We meet one depressed middle-aged man named Uallas who is so tired of abuse from his more than shrewish wife that he decides to commit suicide by entering the woods. From that point forward, Uallas learns everything he was raised to believe was lies and that evil doesn’t live in the forest but instead lives in the people of Lerewood. He meets and befriends the strange, cloaked creature called Ilere before he must make choices about his future. Ilere too finds she must make hard choices as her mission isn’t the murderous crusade the unkind townspeople think.
Obviously, perhaps, this is a story full of symbolism as it explores themes like just what is the nature of evil, how can the natural world co-exist with a destructive mankind, how can we sort out physical and spiritual identity, and determine the meaning of sacrifice when balancing the fate of a world against the life of one man.

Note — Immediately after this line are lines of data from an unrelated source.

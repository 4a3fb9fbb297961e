"""Cut expressions: values against Python's own semantics, refusals with positions, masks,
callables, pickling, and a property test that arbitrary text never runs code.

Reference for values: the Python language reference (comparison chaining, ``and``/``or``/
``not``, operator precedence) with the ``math`` module's functions, evaluated row by row on
trusted test strings -- the cut module itself never evaluates code.
"""

from __future__ import annotations

import builtins
import math
import pickle
import sys

import awkward as ak
import numpy as np
import pytest
import vector
from hypothesis import HealthCheck, given, settings
from hypothesis import strategies as st

from peaksift.cuts import FUNCTIONS, Cut, compile_cut, event_mask, event_names, object_mask
from peaksift.errors import CutError

vector.register_awkward()

N = 200
_rng = np.random.default_rng(11)
COLS = {
    "pt": 1.0 + _rng.exponential(30.0, N),
    "eta": _rng.uniform(-3, 3, N),
    "phi": _rng.uniform(-math.pi, math.pi, N),
    "isolation": _rng.exponential(0.1, N),
    "charge": _rng.choice(np.array([-1, 1], dtype=np.int32), N),
    "tight": _rng.uniform(size=N) < 0.6,
}

_MATH = {
    "abs": abs, "sqrt": math.sqrt, "exp": math.exp, "log": math.log, "log10": math.log10,
    "log2": math.log2, "cos": math.cos, "sin": math.sin, "tan": math.tan, "acos": math.acos,
    "asin": math.asin, "atan": math.atan, "cosh": math.cosh, "sinh": math.sinh,
    "tanh": math.tanh, "atan2": math.atan2, "hypot": math.hypot, "min": min, "max": max,
    "pi": math.pi,
}


def _python_reference(expr: str) -> np.ndarray:
    """Row-by-row Python evaluation of a trusted test expression (the reference)."""
    out = []
    for r in range(N):
        row = {k: (bool(v[r]) if v.dtype == bool else float(v[r])) for k, v in COLS.items()}
        # the reference only: trusted literals written in this file, no builtins
        out.append(bool(eval(expr, {"__builtins__": {}}, {**_MATH, **row})))
    return np.array(out)


@pytest.mark.parametrize("expr", [
    "pt > 25 and abs(eta) < 2.4 and isolation < 0.15",
    "20 < pt <= 60",
    "0 < isolation < 0.1 < pt",
    "not (pt > 30) or tight",
    "not tight and not pt > 10",
    "sqrt(pt) * cosh(eta) > 8",
    "max(pt, 40) == 40 and min(pt, isolation * 100, 50) > 3",
    "-eta ** 2 > -1",
    "2 ** -1 * pt > 10",
    "exp(-isolation) > 0.9 or log(pt) < 2",
    "charge == -1 and pt >= 10",
    "atan2(sin(phi), cos(phi)) > 0",
    "hypot(pt, eta) > 30 or False",
    "tight != (pt > 30)",
    "pt / (1 + isolation) - 5 * abs(tanh(eta)) > 12",
    "pt * 2 > 50 == True",
    "(pt > 20) + (abs(eta) < 1) >= 2",
    "acos(cos(phi)) < pi / 2 and asin(sin(phi / 4)) > -0.5 and atan(eta) < 1",
    "log10(pt) + log2(pt) - sinh(eta) + tan(phi / 3) > 2",
])
def test_values_match_python_semantics(expr):
    got = compile_cut(expr).evaluate(COLS, N)
    assert got.dtype == np.bool_ and got.shape == (N,)
    np.testing.assert_array_equal(got, _python_reference(expr))


def test_every_whitelisted_function_is_exercised():
    used = set()
    for expr in test_values_match_python_semantics.pytestmark[0].args[1]:
        used |= {f for f in FUNCTIONS if f + "(" in expr}
    assert used == set(FUNCTIONS)


def test_constants_and_broadcast():
    assert compile_cut("True").evaluate(COLS, N).all()
    assert not compile_cut("1 > 2").evaluate(COLS, N).any()
    assert compile_cut("  pt > 0\n and\teta < 10").evaluate(COLS, N).all()  # newlines/tabs
    # division by zero and log of a negative give inf/NaN; comparisons with NaN are false
    assert not compile_cut("log(-pt) > 0 or log(-pt) <= 0").evaluate(COLS, N).any()
    assert compile_cut("pt / 0 > 1e308").evaluate(COLS, N).all()
    assert compile_cut("9 ** 9 ** 9 > pt").evaluate(COLS, N).all()  # float overflow -> inf


def _err(expr: str, cols=COLS) -> CutError:
    with pytest.raises(CutError) as info:
        compile_cut(expr).evaluate(cols, N, where="collection 'muon'")
    msg = str(info.value)
    assert "\n" not in msg  # one line for the command line
    assert repr(expr) in msg or expr[:50] in msg  # quotes the expression
    return info.value


@pytest.mark.parametrize("expr,pos,what", [
    ("pt > 25 and foo.bar < 1", 16, "attribute access"),
    ("pt[0] > 1", 3, "subscripts"),
    ("pt > 25 & eta < 2", 9, "the operator '&' is not allowed; use 'and'"),
    ("pt > 1 | tight", 8, "use 'or'"),
    ("pt > 1 % 2", 8, "'%' is not allowed"),
    ("pt > 1 // 2", 8, "'//' is not allowed"),
    ("~tight", 1, "'~' is not allowed"),
    ("pt > > 3", 6, "not a valid expression"),
    ("pt >", 5, "not a valid expression"),
    ("abs(eta", 4, "never closed"),
    ("lambda x: x", 1, "lambda"),
    ("'abc' == pt", 1, "strings are not allowed"),
    ("pt > 'a'", 6, "strings are not allowed"),
    ("pt > b'a'", 6, "strings are not allowed"),
    ("pt > 1j", 6, "complex numbers"),
    ("pt > None", 6, "None"),
    ("__class__ > 1", 1, "names starting with '__'"),
    ("open('f') > 1", 1, "unknown function 'open'"),
    ("sqr(pt) > 1", 1, "did you mean 'sqrt'"),
    ("abs(x=pt) > 1", 7, "keyword arguments"),
    ("abs(*pt) > 1", 5, "starred"),
    ("abs(pt, eta) > 1", 1, "abs() takes 1 argument(s), got 2"),
    ("max(pt) > 1", 1, "max() takes at least 2"),
    ("(lambda: 1)() > 0", 2, "only the whitelisted functions"),
    ("[x for x in pt]", 1, "comprehensions"),
    ("pt if eta else 1", 1, "'if ... else'"),
    ("pt in (1, 2)", 1, "'in' comparisons"),
    ("pt is 1", 1, "'is' comparisons"),
    ("(x := 1) > 0", 2, "assignments"),
    ("pt > 1, eta < 2", 1, "tuples"),
    ("{1: 2} > pt", 1, "dictionaries"),
    ("f'{pt}' > 1", 1, "strings are not allowed"),
    ("abs > 1", 1, "'abs' is a function"),
    ("pt + 1", 1, "gives a number, not a true/false condition"),
    ("1 and pt > 1", 1, "the operand of 'and' is a number"),
    ("not pt * 2", 5, "the operand of 'not' is a number"),
    ("", 1, "empty"),
    ("pt > 1" + "0" * 5000, 1, "characters long"),
    ("pté > 1 and x.y", 14, "attribute access"),  # positions count characters, not bytes
])
def test_refusals_point_at_the_character(expr, pos, what):
    exc = _err(expr)
    msg = str(exc)
    if "characters long" not in msg:
        assert f"at character {pos} " in msg, msg
        assert exc.position == pos - 1
    assert what in msg, msg


@pytest.mark.skipif(sys.version_info < (3, 11), reason="exception notes arrived in Python 3.11")
def test_caret_note_for_interactive_use():
    with pytest.raises(CutError) as info:
        compile_cut("pt > 25 and eta.x < 2")
    note = info.value.__notes__[0]
    line, caret = note.splitlines()
    assert line.strip() == "pt > 25 and eta.x < 2"
    assert line.index("eta.x") + 3 == caret.index("^")


def test_unknown_field_lists_fields_and_closest():
    exc = _err("pt > 25 and isolaton < 0.1")
    msg = str(exc)
    assert "at character 13 ('i'): unknown name 'isolaton'" in msg
    assert "collection 'muon' has: charge, eta, isolation, phi, pt, tight" in msg
    assert "did you mean 'isolation'?" in msg


def test_value_type_errors_at_evaluation():
    assert "'pt' holds numbers" in str(_err("pt and tight"))
    assert "'pt' holds numbers" in str(_err("pt"))
    bad = {**COLS, "name": np.array(["a"] * N)}
    assert "not a plain number or flag" in str(_err("name > 1", bad))
    short = {**COLS, "pt": COLS["pt"][:5]}
    assert "has 5 values" in str(_err("pt > 1", short))


def test_names_check_and_pickle():
    c = compile_cut("pt > 25 and abs(eta) < 2.4 and pt < 1000 and tight")
    assert c.names == ("pt", "eta", "tight")
    c.check(COLS)
    with pytest.raises(CutError, match="unknown name 'tight'.*has: eta, pt"):
        c.check(["pt", "eta"], where="collection 'electron'")
    back = pickle.loads(pickle.dumps(c))
    assert isinstance(back, Cut) and back == c and hash(back) == hash(c)
    np.testing.assert_array_equal(back.evaluate(COLS, N), c.evaluate(COLS, N))
    assert compile_cut(c) is c
    with pytest.raises(CutError, match="must be text"):
        compile_cut(3)


# ---------------------------------------------------------------- on awkward data
def _events():
    mu = ak.zip({"pt": [[30.0, 10.0], [], [50.0, 45.0, 5.0]],
                 "eta": [[0.1, 2.6], [], [-1.0, 0.3, 0.0]],
                 "phi": [[0.0, 1.0], [], [2.0, -2.0, 0.5]],
                 "mass": [[0.1, 0.1], [], [0.1, 0.1, 0.1]]}, with_name="Momentum4D")
    met = ak.zip({"pt": [12.0, 80.0, 30.0], "phi": [0.0, 1.0, 2.0]})
    return ak.zip({"muon": mu, "met": met, "weight": [1.0, 0.5, 2.0]}, depth_limit=1)


def test_object_mask_text_callable_and_mask_agree():
    ev = _events()
    want = [[True, False], [], [True, True, False]]
    for cut in ("pt > 20 and abs(eta) < 2.4", compile_cut("pt > 20 and abs(eta) < 2.4"),
                lambda m: (m.pt > 20) & (abs(m.eta) < 2.4),
                (ev.muon.pt > 20) & (abs(ev.muon.eta) < 2.4)):
        assert object_mask(ev.muon, cut, name="muon").tolist() == want
    assert compile_cut("pt > 20").object_mask(ev.muon).tolist() == [[True, False], [],
                                                                      [True, True, False]]
    with pytest.raises(CutError, match="does not match the collection"):
        object_mask(ev.muon, ak.Array([[True], [], [True, True, True]]), name="muon")
    with pytest.raises(CutError, match="holds float64 values, not true/false"):
        object_mask(ev.muon, lambda m: m.pt, name="muon")
    with pytest.raises(CutError, match="jagged collection of records"):
        object_mask(ev.weight, "pt > 1")


def test_event_level_names_and_masks():
    ev = _events()
    assert set(event_names(ev)) == {"weight", "n_muon", "met_pt", "met_phi"}
    assert event_mask(ev, "n_muon >= 2 and met_pt < 50").tolist() == [True, False, True]
    assert compile_cut("weight > 0.7").event_mask(ev).tolist() == [True, False, True]
    assert event_mask(ev, lambda e: ak.num(e.muon) == 0).tolist() == [False, True, False]
    assert event_mask(ev, np.array([True, False, False])).tolist() == [True, False, False]
    with pytest.raises(CutError, match=r"unknown name 'n_muons'.*did you mean 'n_muon'"):
        event_mask(ev, "n_muons >= 2")
    with pytest.raises(CutError, match=r"one true/false value per event \(3\)"):
        event_mask(ev, np.array([True, False]))
    with pytest.raises(CutError, match="reduce it"):
        event_mask(ev, lambda e: e.muon.pt > 20)


# ------------------------------------------------------------ property tests
PROBE_CALLS: list[int] = []


def _probe(*args, **kwargs):  # would record a call if any text were ever executed
    PROBE_CALLS.append(1)
    return 1


@pytest.fixture(scope="module", autouse=True)
def _probe_in_builtins():
    builtins.peaksift_probe = _probe  # type: ignore[attr-defined]
    yield
    del builtins.peaksift_probe  # type: ignore[attr-defined]
    assert PROBE_CALLS == []


def _mask_or_cut_error(text: str) -> None:
    try:
        cut = compile_cut(text)
        mask = cut.evaluate(COLS, N, where="collection 'muon'")
    except CutError as exc:
        assert "\n" not in str(exc)
        return
    assert isinstance(mask, np.ndarray) and mask.dtype == np.bool_ and mask.shape == (N,)


_SETTINGS = settings(max_examples=400, deadline=None, derandomize=True,
                     suppress_health_check=[HealthCheck.too_slow])


@_SETTINGS
@given(st.text(max_size=80))
def test_arbitrary_text_gives_mask_or_cut_error(text):
    _mask_or_cut_error(text)
    assert PROBE_CALLS == []


_TOKENS = st.sampled_from([
    "pt", "eta", "charge", "tight", "isolation", "peaksift_probe", "peaksift_probe()",
    "__import__('os').system('true')", "(", ")", "and", "or", "not", "<", ">=", "==", "!=",
    "+", "-", "*", "/", "**", "abs(", "sqrt(", "min(", "max(", "log(", ",", "1", "2.5",
    "1e308", "0", "-1", ".", "[", "]", "'x'", "lambda", ":", "True", "False", "pi", "if",
    "else", "for", "in", "%", "&", "|", "~", "=", ":=", "@", "\\", "é", "\x00", "\n",
])


@_SETTINGS
@given(st.lists(_TOKENS, max_size=14).map(" ".join))
def test_token_soup_gives_mask_or_cut_error(text):
    _mask_or_cut_error(text)
    assert PROBE_CALLS == []


def test_probe_is_never_called_by_explicit_attempts():
    for text in ("peaksift_probe() > 0", "__import__('builtins').peaksift_probe() > 0",
                 "abs(peaksift_probe()) > 0", "pt > (lambda: peaksift_probe())()",
                 "[peaksift_probe() for _ in pt]"):
        with pytest.raises(CutError):
            compile_cut(text).evaluate(COLS, N)
    assert PROBE_CALLS == []


def test_clauses_and_requirement_counts_against_numpy():
    """Each clause of a top-level ``and`` is counted after the ones before it; checked
    against the same requirements written directly in numpy on the flat columns."""
    import awkward as ak

    from peaksift.cuts import clauses, requirement_counts

    assert [c.expression for c in clauses("pt > 20 and (eta < 1 or eta > 2) and 1 < q < 3")] \
        == ["pt > 20", "(eta < 1 or eta > 2)", "1 < q < 3"]
    assert clauses("pt > 20 or eta < 1")[0].expression == "pt > 20 or eta < 1"
    assert clauses(lambda c: c.pt > 1) == ()
    rng = np.random.default_rng(5)
    counts = rng.integers(0, 4, 200)
    n = int(counts.sum())
    pt, eta = rng.exponential(25.0, n), rng.uniform(-3, 3, n)
    coll = ak.unflatten(ak.zip({"pt": pt, "eta": eta}), counts)
    keep_events = rng.random(200) < 0.8
    steps, per_event = requirement_counts(coll, "pt > 20 and abs(eta) < 2.4", name="mu",
                                          keep_events=keep_events)
    kept = np.repeat(keep_events, counts)
    a = kept & (pt > 20)
    b = a & (np.abs(eta) < 2.4)
    assert steps == [("mu objects", int(kept.sum())), ("pt > 20", int(a.sum())),
                     ("abs(eta) < 2.4", int(b.sum()))]
    owner = np.repeat(np.arange(200), counts)
    assert np.array_equal(per_event, np.bincount(owner[b], minlength=200))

What gives this story an extra measure of readability is Churchill’s gift for moody, gloomy, and often spooky descriptive language that personifies a strange forest, its trees, its creatures, its ground and leaves. Here’s a very brief sample:
The trees seemed to get taller as he walked further along. The trees that surrounded him were covered in vines to the point where the bark could not be seen. He felt the different vines that hung before him; one tree had sticky vines, another had rotting vines, and another's vines were ashy. Nothing was barren, yet nothing was fresh and new. All the vegetation of Lerewood had some kind of murkiness to it, as if it was all infused with haunted souls or, more likely, exposed to the presence of an unnatural and evil being.
You could classify The Lerewood as YA as its readability would suit any age-range. But it’s the sort of fable that should appeal to a wider audience, especially readers who like their fantasies with a dark edge. And readers who don’t normally read fantasies should easily follow a story that reads like a yarn we all might have read long ago. But we didn’t.